Ключ, как и раньше, лежал под дверью нашей кладовой в общем коридоре. Я вошёл, оставил у порога чемодан, сбросил на пол рюкзак и прошёлся по комнатам небольшой, но уютной квартиры, открыл окно, которое выходило в палисадник, и некоторое время стоял, любуясь густыми кустами недавно отцвётшей сирени, потом присел на диван и сидел в блаженстве, вдыхая забытый воздух своего детства и отрочества. И мне было грустною…

Я бродил по городу, узнавая и не узнавая знакомые места. Ленинская улица — наш Бродвей — не опустела и оставалась многолюдной, но вместо нас её занимали другие, успевшие подрасти девочки и мальчики. У главного входа в горсад появились пропилеи в виде колоннад по обеим сторонам с баллюстрадой. Перед домом, где теперь жила моя матушка с отчимом, на месте засыпанного оврага появился сквер с красивым названием Тургеневский бережок; на месте слияния рек Орлик и Ока установили памятную стелу в честь 400-летия города, которая видна была из окон дома.

— В сквере скоро установят памятник Тургеневу, — сказал отчим Константин Петрович, когда я поделился впечатлениями от своей пешей экскурсии.
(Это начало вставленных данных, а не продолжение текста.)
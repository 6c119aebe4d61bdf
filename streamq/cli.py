"""The ``streamq`` command."""

from __future__ import annotations

import argparse
import sys
import typing
from pathlib import Path

from streamq import __version__
from streamq.errors import StreamqError

EXIT_OK, EXIT_BAD_INPUT, EXIT_INTERRUPTED = 0, 2, 130


class _Parser(argparse.ArgumentParser):
    """argparse with a one-line error like every other streamq error (argparse
    prints the whole usage block first); still exit status 2."""

    def error(self, message: str):
        message = " ".join(message.split())
        self.exit(EXIT_BAD_INPUT, f"streamq: {message} (see '{self.prog} --help')\n")


def _seconds(text: str) -> float:
    try:
        value = float(text)
    except ValueError:
        raise argparse.ArgumentTypeError(f"not a number of seconds: {text!r}") from None
    if not (value > 0 and value != float("inf")):
        raise argparse.ArgumentTypeError(f"give a positive, finite number of seconds, not {text!r}")
    return value


def _frames(text: str) -> int:
    """argparse type of ``--block``: a whole number of frames, at least 1."""
    try:
        value = int(text)
    except ValueError:
        raise argparse.ArgumentTypeError(f"not a whole number of frames: {text!r}") from None
    if value < 1:
        raise argparse.ArgumentTypeError(f"block size must be at least 1 frame, got {text!r}")
    return value


def _add_graph_args(p: argparse.ArgumentParser) -> None:
    p.add_argument("graph", help="graph file (TOML)")
    p.add_argument("--set", dest="overrides", action="append", default=[], metavar="NODE.FIELD=VALUE",
                   help="override a field, e.g. --set enc.bits=6 (repeatable)")


def cmd_check(args) -> int:
    from streamq.engine.graph import load_graph
    from streamq.engine.scheduler import build
    import tempfile
    graph = load_graph(args.graph, args.overrides, precheck=True)
    live = any(n.live_only for n in graph.nodes.values())
    with tempfile.TemporaryDirectory() as tmp:
        built = build(graph, Path(tmp), live=live, options={"check_only": True})
        for node in built.nodes.values():
            node.close(complete=False)
    print(f"{args.graph}: ok: graph '{graph.name}', {len(graph.nodes)} nodes, "
          f"{built.ctx.sample_rate} Hz")
    return EXIT_OK


def cmd_run(args) -> int:
    from streamq.runner import run_graph_file
    return run_graph_file(args)


def _type_name(ann) -> str:
    origin = typing.get_origin(ann)
    if origin is typing.Literal:
        return " | ".join(repr(a) if not isinstance(a, str) else f'"{a}"' for a in typing.get_args(ann))
    if origin in (typing.Union, getattr(__import__("types"), "UnionType", None)):
        parts = [_type_name(a) for a in typing.get_args(ann) if a is not type(None)]
        return " | ".join(parts) + (" (optional)" if type(None) in typing.get_args(ann) else "")
    if origin is list:
        return f"list of {_type_name(typing.get_args(ann)[0])}"
    name = getattr(ann, "__name__", str(ann))
    return {"str": "text", "int": "integer", "float": "number", "bool": "true/false",
            "Duration": "duration (samples, 'N ms' or 'N s')"}.get(name, name)


def cmd_nodes(args) -> int:
    from pydantic_core import PydanticUndefined
    from streamq.engine.registry import registry
    kinds = registry.kinds()
    unknown = [k for k in args.kind if k not in kinds]
    if unknown:
        raise StreamqError(f"unknown node kind {', '.join(map(repr, unknown))}; known kinds: "
                           f"{', '.join(kinds)}")
    for kind, cls in kinds.items():
        if args.kind and kind not in args.kind:
            continue
        print(f"{kind}: {cls.help()}")
        for name, f in cls.Config.model_fields.items():
            if name == "use":
                continue
            tag = " [input]" if name in cls.inputs else ""
            if f.is_required():
                default = "required"
            else:
                d = f.default
                default = "default " + ("none" if d is None else f'"{d}"' if isinstance(d, str) else
                                         "true" if d is True else "false" if d is False else
                                         repr(d) if d is not PydanticUndefined else "?")
            desc = f" - {f.description}" if f.description else ""
            print(f"    {name}{tag}: {_type_name(f.annotation)}; {default}{desc}")
        print()
    return EXIT_OK


def build_parser() -> argparse.ArgumentParser:
    parser = _Parser(
        prog="streamq", description="Design, run and measure audio quantizers on live feeds and recordings.")
    parser.add_argument("--version", action="version", version=f"streamq {__version__}")
    sub = parser.add_subparsers(dest="command", metavar="COMMAND")

    p = sub.add_parser("run", help="run a graph (offline from files, or live)")
    _add_graph_args(p)
    p.add_argument("--out", type=Path, help="output folder (default streamq-out/<graph name>/)")
    p.add_argument("--block", type=_frames, help="frames per step (offline default 65536; "
                                            "live default: the graph's block)")
    p.add_argument("--seconds", type=_seconds, help="live runs only: stop after this many seconds "
                                                    "(offline runs go to the end of their sources)")
    p.add_argument("--quiet", action="store_true", help="no progress bar or live meter")
    p.add_argument("--resume", action="store_true",
                   help="offline runs: continue an interrupted run from its last checkpoint in "
                        "the output folder (same graph, --set values and inputs)")
    p.set_defaults(func=cmd_run)

    p = sub.add_parser("check", help="validate a graph file without running it")
    _add_graph_args(p)
    p.set_defaults(func=cmd_check)

    p = sub.add_parser("nodes", help="list node kinds with their fields")
    p.add_argument("kind", nargs="*", help="only these kinds")
    p.set_defaults(func=cmd_nodes)

    for modname in ("streamq.design.command", "streamq.report.compare", "streamq.report.sweep",
                    "streamq.live.devices", "streamq.batch", "streamq.gst.command"):
        try:
            mod = __import__(modname, fromlist=["add_parser"])
        except ModuleNotFoundError as exc:
            if exc.name and modname.startswith(exc.name):
                continue
            raise
        mod.add_parser(sub)
    return parser


def main(argv: list[str] | None = None) -> int:
    parser = build_parser()
    args = parser.parse_args(argv)
    if not getattr(args, "func", None):
        parser.print_help()
        return EXIT_BAD_INPUT
    try:
        return int(args.func(args) or 0)
    except StreamqError as exc:
        for line in str(exc).splitlines() or [type(exc).__name__]:
            print(f"streamq: {line}", file=sys.stderr)
        return getattr(exc, "exit_code", EXIT_BAD_INPUT)
    except KeyboardInterrupt:
        print("streamq: interrupted", file=sys.stderr)
        return EXIT_INTERRUPTED
    except BrokenPipeError:
        return EXIT_OK


if __name__ == "__main__":
    sys.exit(main())
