// Help and the drawing export at a chosen size.
//
// Help: reachable from the strip, the ? key and the "?" on the analysis
// drawer from every view, which opens it at that view's entry; every figure
// the statistics table shows has an entry that explains it.
//
// Export: the PNG has the size asked for (read from its IHDR chunk, PNG
// specification, ISO/IEC 15948 §11.2.2: width and height as 4-byte
// big-endian integers at bytes 16–23), whatever the canvas's size on the
// page; lines and text scale with the picture; "whole layout" frames every
// element; the page's own canvas and view are left as they were.

import { test, before, after } from 'node:test';
import assert from 'node:assert/strict';
import { readFileSync } from 'node:fs';
import { setUp, tearDown, settled, watchPage } from './harness.mjs';

let env;
before(async () => { env = await setUp(); });
after(async () => { await tearDown(env); });

async function openPage(viewport = { width: 1280, height: 800 }, reducedMotion = 'no-preference') {
  const context = await env.browser.newContext({ viewport, acceptDownloads: true, reducedMotion });
  const page = await context.newPage();
  const seen = watchPage(page, env.origin);
  await page.goto(env.server.url);
  await settled(page);
  return { context, page, seen };
}

/** Is `el` scrolled into the visible part of the help body? */
const inView = (page, sel) => page.evaluate((s) => {
  const body = document.getElementById('help-body').getBoundingClientRect();
  const r = document.querySelector(s).getBoundingClientRect();
  return r.top >= body.top - 1 && r.bottom <= body.bottom + 1;
}, sel);

test('help opens from the strip, the ? key and every analysis view', { timeout: 120_000 }, async () => {
  const { context, page, seen } = await openPage();
  try {
    await page.click('#btn-help');
    assert.ok(await page.isVisible('#help'));
    for (const id of ['help-conventions', 'help-views', 'help-figures', 'help-keyboard']) {
      assert.ok(await page.locator(`#${id}`).count(), id);
    }
    const text = await page.textContent('#help');
    for (const words of ['y–z plane', 'millimetres', 'nanometres', 'degrees', 'w < 0', 'u along global x', 'Strehl', 'EE50', 'peak suns', 'f-number']) {
      assert.ok(text.includes(words), `help mentions ${words}`);
    }
    await page.keyboard.press('Escape');
    assert.ok(await page.isHidden('#help'));

    await page.focus('#canvas');
    await page.keyboard.press('?');
    assert.ok(await page.isVisible('#help'));
    await page.keyboard.press('Escape');

    await page.click('#btn-drawer');
    const views = await page.$$eval('#view-tabs [role="tab"]', (bs) => bs.map((b) => b.dataset.view));
    assert.ok(views.length >= 6, `views: ${views}`);
    for (const v of views) {
      await page.click(`#view-tabs [data-view="${v}"]`);
      await page.click('#btn-view-help');
      assert.ok(await page.isVisible('#help'), `help from ${v}`);
      const entry = `#help-view-${v}`;
      assert.equal(await page.locator(entry).count(), 1, `help has an entry for the ${v} view`);
      assert.ok(await page.locator(entry).evaluate((e) => e.classList.contains('help-here')), `${v}: its entry is marked`);
      assert.ok(await inView(page, entry), `${v}: its entry is scrolled into view`);
      await page.click('#help [data-close="help"]');
    }
    assert.deepEqual(seen.errors, []);
  } finally {
    await context.close();
  }
});

test('every figure in the statistics table has a help entry', { timeout: 120_000 }, async () => {
  const { context, page, seen } = await openPage();
  try {
    const covered = new Set((await page.$$eval('#help-figures [data-keys]', (ds) => ds.map((d) => d.dataset.keys))).join(' ').split(' '));
    const shown = new Set();
    for (const preset of ['solar-dish.json', 'cassegrain.json', 'paraboloid-f5.json']) {
      const was = await page.inputValue('#layout-name');
      await page.selectOption('#presets', preset);
      await page.waitForFunction((n) => document.getElementById('layout-name').value !== n, was);
      await settled(page);
      for (const k of await page.$$eval('[data-stat]', (cs) => cs.map((c) => c.dataset.stat))) shown.add(k);
    }
    assert.ok(shown.size >= 15, `figures shown: ${[...shown]}`);
    const missing = [...shown].filter((k) => !covered.has(k));
    assert.deepEqual(missing, [], 'figures without a help entry');
    assert.deepEqual(seen.errors, []);
  } finally {
    await context.close();
  }
});

/** Width and height from a PNG's IHDR chunk. */
function pngSize(bytes) {
  assert.deepEqual([...bytes.subarray(0, 8)], [137, 80, 78, 71, 13, 10, 26, 10], 'PNG signature');
  assert.equal(bytes.subarray(12, 16).toString('latin1'), 'IHDR');
  return { width: bytes.readUInt32BE(16), height: bytes.readUInt32BE(20) };
}

/**
 * Waits until the drawer has slid to the height it was given (its
 * --drawer-h), the canvas's pixels match its box and nothing has moved for
 * ten frames: a slow machine may still be sliding, or the editor may not
 * have sized the canvas yet, when a fixed number of frames has passed.
 */
function layoutSettled(page) {
  return page.waitForFunction(() => new Promise((ok) => {
    const c = document.getElementById('canvas');
    const d = document.getElementById('drawer');
    const state = () => {
      const r = c.getBoundingClientRect();
      const dpr = window.devicePixelRatio || 1;
      const target = parseFloat(d.style.getPropertyValue('--drawer-h'));
      const dh = d.getBoundingClientRect().height;
      const done = Math.abs(dh - target) < 1.5 && c.height === Math.round(r.height * dpr) && c.width === Math.round(r.width * dpr);
      return done ? `${r.width}x${r.height}x${dh}` : null;
    };
    const s0 = state();
    if (s0 === null) { requestAnimationFrame(() => ok(false)); return; }
    let n = 0;
    const tick = () => {
      if (state() !== s0) { ok(false); return; }
      if (++n === 10) { ok(d.getBoundingClientRect().height > 200); return; }
      requestAnimationFrame(tick);
    };
    requestAnimationFrame(tick);
  }), null, { timeout: 30_000 });
}

test('the drawing exports as a PNG of the chosen size', { timeout: 120_000 }, async () => {
  // Reduced motion: the drawer opens at once instead of sliding.
  const { context, page, seen } = await openPage(undefined, 'reduce');
  try {
    await page.click('#btn-drawer'); // the canvas is short and wide now
    await page.evaluate(() => window.catoptric.clearMessage()); // an info strip would leave later and resize the canvas
    await layoutSettled(page);
    const canvasBefore = await page.evaluate(() => {
      const c = document.getElementById('canvas');
      return { w: c.width, h: c.height, view: { ...window.catoptric.editor.view } };
    });

    await page.click('#btn-export');
    await page.click('[data-export="png"]');
    assert.ok(await page.isVisible('#export-png'));
    // The 3× button and the canvas's box read in one go: nothing can move in between.
    const scaled = await page.evaluate(() => {
      document.querySelector('#export-png [data-scale="3"]').click();
      const r = document.getElementById('canvas').getBoundingClientRect();
      const shown = (id) => !document.getElementById(id).hidden && document.getElementById(id).textContent.trim();
      return {
        w: Number(document.getElementById('export-width').value), h: Number(document.getElementById('export-height').value),
        css: r.width, cssH: r.height, strips: [shown('message'), shown('trace-notice')],
      };
    });
    assert.equal(scaled.w, Math.round(scaled.css * 3), JSON.stringify(scaled));
    assert.equal(scaled.h, Math.round(scaled.cssH * 3), JSON.stringify(scaled));

    // A bad size names its field and saves nothing.
    await page.fill('#export-width', '20000');
    await page.click('#export-go');
    assert.match(await page.textContent('#export-error'), /^Width: a whole number of pixels/);
    assert.ok(await page.isVisible('#export-png'));

    await page.uncheck('#export-keep');
    await page.fill('#export-width', '1600');
    await page.fill('#export-height', '1000');
    await page.check('#export-png input[value="fit"]');
    const [dl] = await Promise.all([page.waitForEvent('download'), page.click('#export-go')]);
    assert.match(dl.suggestedFilename(), /-drawing-1600x1000\.png$/);
    const size = pngSize(readFileSync(await dl.path()));
    assert.deepEqual(size, { width: 1600, height: 1000 });
    assert.notEqual(canvasBefore.h, 1000, 'the picture does not follow the canvas size');

    await layoutSettled(page);
    const canvasAfter = await page.evaluate(() => {
      const c = document.getElementById('canvas');
      const shown = (id) => !document.getElementById(id).hidden && document.getElementById(id).textContent.trim();
      return { w: c.width, h: c.height, view: { ...window.catoptric.editor.view }, strips: [shown('message'), shown('trace-notice')] };
    });
    assert.deepEqual({ w: canvasAfter.w, h: canvasAfter.h }, { w: canvasBefore.w, h: canvasBefore.h }, JSON.stringify(canvasAfter.strips));
    assert.deepEqual(canvasAfter.view, canvasBefore.view, 'the page keeps its view');
    assert.deepEqual(seen.errors, []);
  } finally {
    await context.close();
  }
});

test('an exported picture scales the drawing and frames the whole layout', { timeout: 120_000 }, async () => {
  const { context, page, seen } = await openPage();
  try {
    await page.click('#toolbox [data-action="grid"]'); // grid off: only the layout and rays are ink
    const r = await page.evaluate(async () => {
      const { renderDrawing } = await import('./js/export.js');
      const app = window.catoptric;
      const rgb = (css) => {
        const probe = document.createElement('canvas').getContext('2d');
        probe.fillStyle = css;
        probe.fillRect(0, 0, 1, 1);
        return probe.getImageData(0, 0, 1, 1).data;
      };
      // Pixels near `colour` (or, with `away`, far from it): their share
      // of the picture and their bounding box.
      const ink = (c, colour, away) => {
        const [r0, g0, b0] = rgb(colour);
        const d = c.getContext('2d').getImageData(0, 0, c.width, c.height).data;
        let n = 0, x0 = c.width, x1 = -1, y0 = c.height, y1 = -1;
        for (let i = 0; i < d.length; i += 4) {
          const near = Math.abs(d[i] - r0) + Math.abs(d[i + 1] - g0) + Math.abs(d[i + 2] - b0) < 40;
          if (near === away) continue;
          n++;
          const p = i / 4, x = p % c.width, y = Math.floor(p / c.width);
          x0 = Math.min(x0, x); x1 = Math.max(x1, x); y0 = Math.min(y0, y); y1 = Math.max(y1, y);
        }
        return { share: n / (c.width * c.height), x0, x1, y0, y1, w: c.width, h: c.height };
      };
      const th = app.theme;
      const { w, h } = app.editor.size;
      const one = ink(renderDrawing(app, { width: Math.round(w), height: Math.round(h) }), th.bg, true);
      const two = ink(renderDrawing(app, { width: Math.round(2 * w), height: Math.round(2 * h) }), th.bg, true);
      const framed = renderDrawing(app, { width: 900, height: 900, fit: true });
      const fit = { mirror: ink(framed, th.mirror, false), screen: ink(framed, th.screen, false) };
      return { one, two, fit };
    });
    // The same drawing at twice the pixels: ink covers the same share of
    // the picture (lines and text grow with it) — within 25 %.
    assert.ok(r.one.share > 0.005, `ink at 1×: ${r.one.share}`);
    assert.ok(Math.abs(r.two.share / r.one.share - 1) < 0.25, `ink share 1× ${r.one.share}, 2× ${r.two.share}`);
    // Whole layout framed (the paraboloid example: the screen at the left,
    // the mirror at the right): both drawn, inside the picture, spanning
    // most of its width.
    const { mirror: m, screen: sc } = r.fit;
    assert.ok(m.share > 0 && sc.share > 0, `mirror and screen drawn: ${JSON.stringify(r.fit)}`);
    for (const b of [m, sc]) assert.ok(b.x0 > 0 && b.y0 > 0 && b.x1 < b.w - 1 && b.y1 < b.h - 1, `inside: ${JSON.stringify(b)}`);
    assert.ok(m.x1 - sc.x0 > 0.6 * m.w, `framed: ${JSON.stringify(r.fit)}`);
    assert.deepEqual(seen.errors, []);
  } finally {
    await context.close();
  }
});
Мы сидели, как и тогда, когда я приезжал на побывку из Ленинграда, а потом из района, где учительствовал, за большим столом, накрытым стараниями матушки с праздничным изыском, и меня потчевали вкусной домашней едой. Мы выпили по рюмочке водки, а потом ели окрошку, как всегда густую и обильно заправленную сметаной; котлеты, которые мне показались несравненно лучше пельменей, до оскомины надоевших мне в Омске; ели целую отварную картошку и селёдочку с колечками лука, политую пахучим подсолнечным маслом. Венцом стола стал фирменный матушкин торт «Наполеон», который мы запивали чаем, хотя и из электрического, но самовара.

После обеда расслабленно сидели с отчимом на диване и вели неспешный разговор, в то время как матушка убирала со стола и уносила тарелки и приборы на кухню, прислушиваясь и изредка принимая участие в нашей беседе.

— Теперь куда, в школу? — спросил Константин Петрович.

— Не знаю, — честно ответил я. — В школу не хочу.

— Как так? — удивился Константин Петрович.